What the exercise asks: State the number of lines in the material below that have "result" in them, without any other text.

Recorded information:
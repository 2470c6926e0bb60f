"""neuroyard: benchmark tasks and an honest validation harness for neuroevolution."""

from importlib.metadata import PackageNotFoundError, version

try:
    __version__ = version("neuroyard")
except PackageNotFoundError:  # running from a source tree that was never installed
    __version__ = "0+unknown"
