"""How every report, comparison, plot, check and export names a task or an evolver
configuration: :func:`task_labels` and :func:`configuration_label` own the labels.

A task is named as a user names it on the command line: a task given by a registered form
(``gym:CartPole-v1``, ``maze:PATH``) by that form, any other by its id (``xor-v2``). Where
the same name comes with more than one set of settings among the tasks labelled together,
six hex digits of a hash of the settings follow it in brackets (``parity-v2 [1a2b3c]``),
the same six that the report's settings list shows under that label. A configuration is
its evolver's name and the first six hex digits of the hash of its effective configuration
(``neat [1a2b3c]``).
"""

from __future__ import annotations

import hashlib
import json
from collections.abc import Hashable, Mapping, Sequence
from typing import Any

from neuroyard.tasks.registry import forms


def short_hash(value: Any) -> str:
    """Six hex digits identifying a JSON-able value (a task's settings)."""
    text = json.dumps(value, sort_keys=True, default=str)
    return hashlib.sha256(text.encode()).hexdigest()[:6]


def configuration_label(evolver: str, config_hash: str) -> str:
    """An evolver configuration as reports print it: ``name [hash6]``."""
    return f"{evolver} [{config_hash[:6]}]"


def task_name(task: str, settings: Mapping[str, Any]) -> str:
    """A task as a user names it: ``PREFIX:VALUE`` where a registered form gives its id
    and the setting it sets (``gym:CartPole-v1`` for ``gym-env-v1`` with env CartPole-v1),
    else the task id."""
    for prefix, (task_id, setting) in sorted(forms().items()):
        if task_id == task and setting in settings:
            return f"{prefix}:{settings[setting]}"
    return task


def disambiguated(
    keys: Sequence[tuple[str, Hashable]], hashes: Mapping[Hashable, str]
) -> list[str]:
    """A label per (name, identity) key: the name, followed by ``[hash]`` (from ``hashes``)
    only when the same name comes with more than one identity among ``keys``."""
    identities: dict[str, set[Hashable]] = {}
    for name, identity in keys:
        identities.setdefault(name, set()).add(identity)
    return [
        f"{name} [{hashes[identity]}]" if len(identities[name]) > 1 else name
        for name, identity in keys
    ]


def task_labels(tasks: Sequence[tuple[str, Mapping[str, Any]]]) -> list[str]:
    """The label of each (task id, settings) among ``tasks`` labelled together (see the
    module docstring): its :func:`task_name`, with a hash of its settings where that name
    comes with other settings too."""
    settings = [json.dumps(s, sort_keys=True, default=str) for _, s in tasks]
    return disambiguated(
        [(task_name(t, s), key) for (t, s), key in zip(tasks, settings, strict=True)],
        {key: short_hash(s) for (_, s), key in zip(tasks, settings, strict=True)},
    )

---

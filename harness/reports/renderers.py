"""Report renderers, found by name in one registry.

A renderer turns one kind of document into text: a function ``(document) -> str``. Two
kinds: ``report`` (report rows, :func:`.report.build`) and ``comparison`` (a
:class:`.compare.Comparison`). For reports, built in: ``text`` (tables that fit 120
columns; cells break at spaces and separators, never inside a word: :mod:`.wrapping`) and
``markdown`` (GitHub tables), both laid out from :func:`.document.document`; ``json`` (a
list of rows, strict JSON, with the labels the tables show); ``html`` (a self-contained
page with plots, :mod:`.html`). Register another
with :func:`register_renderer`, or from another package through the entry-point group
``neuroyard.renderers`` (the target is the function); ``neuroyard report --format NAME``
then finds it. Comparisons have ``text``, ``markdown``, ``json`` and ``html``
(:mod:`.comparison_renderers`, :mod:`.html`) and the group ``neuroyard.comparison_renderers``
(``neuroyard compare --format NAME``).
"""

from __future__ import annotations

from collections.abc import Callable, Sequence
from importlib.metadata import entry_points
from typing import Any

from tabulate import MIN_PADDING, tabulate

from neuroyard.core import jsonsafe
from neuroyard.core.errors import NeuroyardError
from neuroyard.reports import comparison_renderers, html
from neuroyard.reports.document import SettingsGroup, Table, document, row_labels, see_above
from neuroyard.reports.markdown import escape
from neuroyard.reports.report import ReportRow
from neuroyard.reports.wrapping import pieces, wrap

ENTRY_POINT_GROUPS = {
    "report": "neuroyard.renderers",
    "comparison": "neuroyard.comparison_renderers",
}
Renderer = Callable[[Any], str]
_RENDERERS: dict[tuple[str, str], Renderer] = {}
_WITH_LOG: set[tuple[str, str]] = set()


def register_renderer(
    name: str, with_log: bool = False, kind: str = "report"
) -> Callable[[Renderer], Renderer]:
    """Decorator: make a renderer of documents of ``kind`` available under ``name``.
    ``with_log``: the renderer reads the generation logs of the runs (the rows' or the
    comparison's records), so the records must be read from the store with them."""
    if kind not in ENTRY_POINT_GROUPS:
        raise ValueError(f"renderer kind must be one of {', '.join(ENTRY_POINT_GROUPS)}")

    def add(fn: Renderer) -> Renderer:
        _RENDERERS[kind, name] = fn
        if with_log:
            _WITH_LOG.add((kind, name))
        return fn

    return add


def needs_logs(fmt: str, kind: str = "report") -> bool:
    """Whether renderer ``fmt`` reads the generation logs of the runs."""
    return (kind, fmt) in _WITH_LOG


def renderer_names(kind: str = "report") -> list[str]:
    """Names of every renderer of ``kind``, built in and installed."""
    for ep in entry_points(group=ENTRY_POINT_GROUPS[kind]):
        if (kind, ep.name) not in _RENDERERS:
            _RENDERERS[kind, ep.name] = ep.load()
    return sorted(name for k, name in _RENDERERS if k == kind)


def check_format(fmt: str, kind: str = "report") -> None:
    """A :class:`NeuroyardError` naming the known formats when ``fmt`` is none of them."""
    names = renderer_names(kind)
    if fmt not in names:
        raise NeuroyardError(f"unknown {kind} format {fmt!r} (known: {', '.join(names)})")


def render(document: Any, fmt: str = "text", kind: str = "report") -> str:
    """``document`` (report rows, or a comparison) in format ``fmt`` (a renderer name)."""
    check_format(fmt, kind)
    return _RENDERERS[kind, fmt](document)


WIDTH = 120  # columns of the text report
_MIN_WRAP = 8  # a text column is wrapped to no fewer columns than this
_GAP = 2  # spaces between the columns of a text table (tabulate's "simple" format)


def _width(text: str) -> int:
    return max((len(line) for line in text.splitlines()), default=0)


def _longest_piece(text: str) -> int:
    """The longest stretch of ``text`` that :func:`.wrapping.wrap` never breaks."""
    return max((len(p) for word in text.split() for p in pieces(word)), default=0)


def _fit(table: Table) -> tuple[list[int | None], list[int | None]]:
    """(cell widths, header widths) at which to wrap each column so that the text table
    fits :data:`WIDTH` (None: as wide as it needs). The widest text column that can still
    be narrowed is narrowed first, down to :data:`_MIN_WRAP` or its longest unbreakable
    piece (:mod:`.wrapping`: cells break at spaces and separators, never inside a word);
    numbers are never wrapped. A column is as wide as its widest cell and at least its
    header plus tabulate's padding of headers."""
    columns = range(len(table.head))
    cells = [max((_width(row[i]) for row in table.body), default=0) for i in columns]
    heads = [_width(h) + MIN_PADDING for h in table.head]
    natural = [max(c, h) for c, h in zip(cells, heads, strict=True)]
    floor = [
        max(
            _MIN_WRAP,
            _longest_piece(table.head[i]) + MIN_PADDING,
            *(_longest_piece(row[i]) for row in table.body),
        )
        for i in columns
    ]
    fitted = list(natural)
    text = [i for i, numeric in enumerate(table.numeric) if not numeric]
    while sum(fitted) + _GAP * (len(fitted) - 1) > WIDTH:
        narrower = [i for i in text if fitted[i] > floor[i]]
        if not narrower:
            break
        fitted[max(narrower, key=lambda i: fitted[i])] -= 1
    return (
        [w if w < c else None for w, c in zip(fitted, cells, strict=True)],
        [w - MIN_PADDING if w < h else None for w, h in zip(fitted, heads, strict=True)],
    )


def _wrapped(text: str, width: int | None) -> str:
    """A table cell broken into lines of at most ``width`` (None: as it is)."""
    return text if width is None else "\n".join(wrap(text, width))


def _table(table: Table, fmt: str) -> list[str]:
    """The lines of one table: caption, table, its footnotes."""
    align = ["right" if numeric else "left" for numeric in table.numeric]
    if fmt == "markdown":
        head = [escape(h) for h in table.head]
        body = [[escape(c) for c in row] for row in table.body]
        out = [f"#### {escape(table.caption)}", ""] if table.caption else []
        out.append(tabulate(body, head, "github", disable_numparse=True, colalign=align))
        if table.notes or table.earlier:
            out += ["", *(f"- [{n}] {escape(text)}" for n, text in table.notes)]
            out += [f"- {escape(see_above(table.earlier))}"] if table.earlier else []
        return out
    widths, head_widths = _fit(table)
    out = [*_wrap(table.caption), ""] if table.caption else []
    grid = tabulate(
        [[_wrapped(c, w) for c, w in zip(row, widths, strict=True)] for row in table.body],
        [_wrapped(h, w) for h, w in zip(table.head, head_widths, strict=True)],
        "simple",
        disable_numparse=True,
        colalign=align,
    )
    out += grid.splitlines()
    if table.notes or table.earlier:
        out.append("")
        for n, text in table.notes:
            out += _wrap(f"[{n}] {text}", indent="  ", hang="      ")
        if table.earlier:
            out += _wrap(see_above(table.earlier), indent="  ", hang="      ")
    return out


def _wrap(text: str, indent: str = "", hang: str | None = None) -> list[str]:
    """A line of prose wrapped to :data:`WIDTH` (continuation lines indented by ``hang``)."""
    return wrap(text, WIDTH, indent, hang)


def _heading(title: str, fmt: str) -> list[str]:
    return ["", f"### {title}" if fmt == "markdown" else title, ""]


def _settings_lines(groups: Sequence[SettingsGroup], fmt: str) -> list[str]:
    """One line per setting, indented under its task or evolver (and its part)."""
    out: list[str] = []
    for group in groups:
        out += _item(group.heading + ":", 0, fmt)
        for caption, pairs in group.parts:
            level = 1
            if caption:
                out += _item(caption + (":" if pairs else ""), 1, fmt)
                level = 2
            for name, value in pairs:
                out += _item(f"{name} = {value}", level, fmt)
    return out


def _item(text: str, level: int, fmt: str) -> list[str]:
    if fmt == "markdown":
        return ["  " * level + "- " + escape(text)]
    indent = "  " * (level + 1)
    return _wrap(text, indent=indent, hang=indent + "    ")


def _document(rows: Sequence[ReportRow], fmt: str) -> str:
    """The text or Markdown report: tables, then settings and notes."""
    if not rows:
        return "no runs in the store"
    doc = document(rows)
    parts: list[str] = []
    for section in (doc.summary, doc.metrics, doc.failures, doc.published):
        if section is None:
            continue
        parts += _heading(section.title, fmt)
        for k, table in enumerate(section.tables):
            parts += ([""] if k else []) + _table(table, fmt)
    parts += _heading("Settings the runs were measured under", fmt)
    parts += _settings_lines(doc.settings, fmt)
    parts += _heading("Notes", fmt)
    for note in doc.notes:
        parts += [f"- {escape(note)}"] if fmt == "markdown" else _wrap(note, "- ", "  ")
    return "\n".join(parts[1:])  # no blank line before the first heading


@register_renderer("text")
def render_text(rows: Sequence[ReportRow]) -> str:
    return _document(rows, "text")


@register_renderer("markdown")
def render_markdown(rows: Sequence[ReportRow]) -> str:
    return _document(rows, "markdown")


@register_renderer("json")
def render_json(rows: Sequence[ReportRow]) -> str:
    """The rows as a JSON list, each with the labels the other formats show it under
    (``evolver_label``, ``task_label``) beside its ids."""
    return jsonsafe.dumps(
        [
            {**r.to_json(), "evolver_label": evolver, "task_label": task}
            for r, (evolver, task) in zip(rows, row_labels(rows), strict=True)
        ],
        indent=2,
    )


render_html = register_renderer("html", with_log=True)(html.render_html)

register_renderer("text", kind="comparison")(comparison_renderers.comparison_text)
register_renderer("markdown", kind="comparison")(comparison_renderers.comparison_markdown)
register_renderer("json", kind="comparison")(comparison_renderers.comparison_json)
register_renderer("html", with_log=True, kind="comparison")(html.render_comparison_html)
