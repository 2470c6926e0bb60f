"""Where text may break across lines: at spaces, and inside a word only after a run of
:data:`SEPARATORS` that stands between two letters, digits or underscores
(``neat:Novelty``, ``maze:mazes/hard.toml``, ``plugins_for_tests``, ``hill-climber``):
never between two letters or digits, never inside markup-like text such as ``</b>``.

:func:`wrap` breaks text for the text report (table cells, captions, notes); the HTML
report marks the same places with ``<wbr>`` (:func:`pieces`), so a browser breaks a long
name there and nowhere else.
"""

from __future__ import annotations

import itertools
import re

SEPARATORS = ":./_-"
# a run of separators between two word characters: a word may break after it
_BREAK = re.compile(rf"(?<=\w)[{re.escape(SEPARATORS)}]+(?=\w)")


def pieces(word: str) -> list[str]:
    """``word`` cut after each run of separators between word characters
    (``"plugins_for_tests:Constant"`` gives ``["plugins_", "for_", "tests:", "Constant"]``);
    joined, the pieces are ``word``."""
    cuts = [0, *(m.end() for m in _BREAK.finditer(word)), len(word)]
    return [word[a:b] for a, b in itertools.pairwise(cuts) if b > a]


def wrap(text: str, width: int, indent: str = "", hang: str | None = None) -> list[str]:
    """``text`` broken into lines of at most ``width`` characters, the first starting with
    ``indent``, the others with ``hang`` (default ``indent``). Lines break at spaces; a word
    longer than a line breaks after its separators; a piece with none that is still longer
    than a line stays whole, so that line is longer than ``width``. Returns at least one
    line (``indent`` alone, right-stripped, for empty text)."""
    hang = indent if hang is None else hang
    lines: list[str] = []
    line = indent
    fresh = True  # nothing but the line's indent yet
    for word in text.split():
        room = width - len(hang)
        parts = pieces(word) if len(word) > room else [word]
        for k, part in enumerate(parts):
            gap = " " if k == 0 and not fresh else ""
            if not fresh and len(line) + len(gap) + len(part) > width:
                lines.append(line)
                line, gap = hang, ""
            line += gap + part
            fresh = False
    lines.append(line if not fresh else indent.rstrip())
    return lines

--

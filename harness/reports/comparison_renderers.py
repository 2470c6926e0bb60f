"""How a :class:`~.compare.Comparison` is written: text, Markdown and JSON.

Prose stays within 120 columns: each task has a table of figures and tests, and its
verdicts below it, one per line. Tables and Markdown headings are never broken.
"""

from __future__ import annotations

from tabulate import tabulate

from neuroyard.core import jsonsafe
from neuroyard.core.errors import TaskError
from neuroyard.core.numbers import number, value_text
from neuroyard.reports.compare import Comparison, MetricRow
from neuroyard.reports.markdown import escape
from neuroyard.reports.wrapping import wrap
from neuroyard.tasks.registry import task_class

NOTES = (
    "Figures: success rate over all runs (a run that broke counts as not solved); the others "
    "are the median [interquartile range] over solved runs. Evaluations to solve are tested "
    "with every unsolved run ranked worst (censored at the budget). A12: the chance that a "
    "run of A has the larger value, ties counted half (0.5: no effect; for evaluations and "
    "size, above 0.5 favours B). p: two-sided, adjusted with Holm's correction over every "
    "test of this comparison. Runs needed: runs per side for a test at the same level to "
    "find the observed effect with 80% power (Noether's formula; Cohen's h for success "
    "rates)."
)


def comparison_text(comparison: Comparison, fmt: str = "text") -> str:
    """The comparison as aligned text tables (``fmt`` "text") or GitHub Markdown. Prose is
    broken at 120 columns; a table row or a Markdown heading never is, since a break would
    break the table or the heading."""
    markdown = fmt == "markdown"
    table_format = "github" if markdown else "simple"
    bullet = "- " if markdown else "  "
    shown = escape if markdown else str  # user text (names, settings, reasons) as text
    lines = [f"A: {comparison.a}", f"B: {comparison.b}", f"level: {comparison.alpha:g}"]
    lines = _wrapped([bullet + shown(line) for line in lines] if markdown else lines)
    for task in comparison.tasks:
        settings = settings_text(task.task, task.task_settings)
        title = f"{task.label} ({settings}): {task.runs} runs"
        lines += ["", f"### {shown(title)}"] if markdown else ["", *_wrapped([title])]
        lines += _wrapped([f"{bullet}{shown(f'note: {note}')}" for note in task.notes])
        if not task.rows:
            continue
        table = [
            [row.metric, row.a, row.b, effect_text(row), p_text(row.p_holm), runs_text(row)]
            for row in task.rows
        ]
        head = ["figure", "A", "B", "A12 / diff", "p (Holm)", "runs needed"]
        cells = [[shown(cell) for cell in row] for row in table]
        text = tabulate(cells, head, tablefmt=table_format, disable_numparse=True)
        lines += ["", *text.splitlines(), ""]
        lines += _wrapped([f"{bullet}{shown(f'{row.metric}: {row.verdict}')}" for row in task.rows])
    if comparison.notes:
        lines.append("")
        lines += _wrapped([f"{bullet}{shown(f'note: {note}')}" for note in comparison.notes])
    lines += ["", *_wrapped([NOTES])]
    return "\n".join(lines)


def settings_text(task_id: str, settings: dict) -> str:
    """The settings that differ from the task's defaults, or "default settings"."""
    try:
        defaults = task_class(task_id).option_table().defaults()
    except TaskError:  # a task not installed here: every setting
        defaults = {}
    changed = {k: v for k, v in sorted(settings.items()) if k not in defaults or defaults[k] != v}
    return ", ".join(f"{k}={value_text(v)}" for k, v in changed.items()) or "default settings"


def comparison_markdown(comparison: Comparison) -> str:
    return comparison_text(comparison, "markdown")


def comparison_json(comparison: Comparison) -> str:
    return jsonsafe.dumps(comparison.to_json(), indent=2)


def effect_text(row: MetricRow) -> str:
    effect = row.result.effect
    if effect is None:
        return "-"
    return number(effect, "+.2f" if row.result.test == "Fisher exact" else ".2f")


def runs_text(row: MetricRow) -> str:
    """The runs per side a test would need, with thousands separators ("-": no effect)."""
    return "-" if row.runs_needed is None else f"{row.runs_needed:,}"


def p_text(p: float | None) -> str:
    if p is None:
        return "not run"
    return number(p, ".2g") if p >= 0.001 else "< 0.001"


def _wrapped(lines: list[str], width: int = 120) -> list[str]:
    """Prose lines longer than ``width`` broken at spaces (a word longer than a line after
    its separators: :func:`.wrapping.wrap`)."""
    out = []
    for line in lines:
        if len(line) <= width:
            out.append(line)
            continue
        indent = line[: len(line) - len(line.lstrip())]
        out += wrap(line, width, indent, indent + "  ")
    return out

Response: 2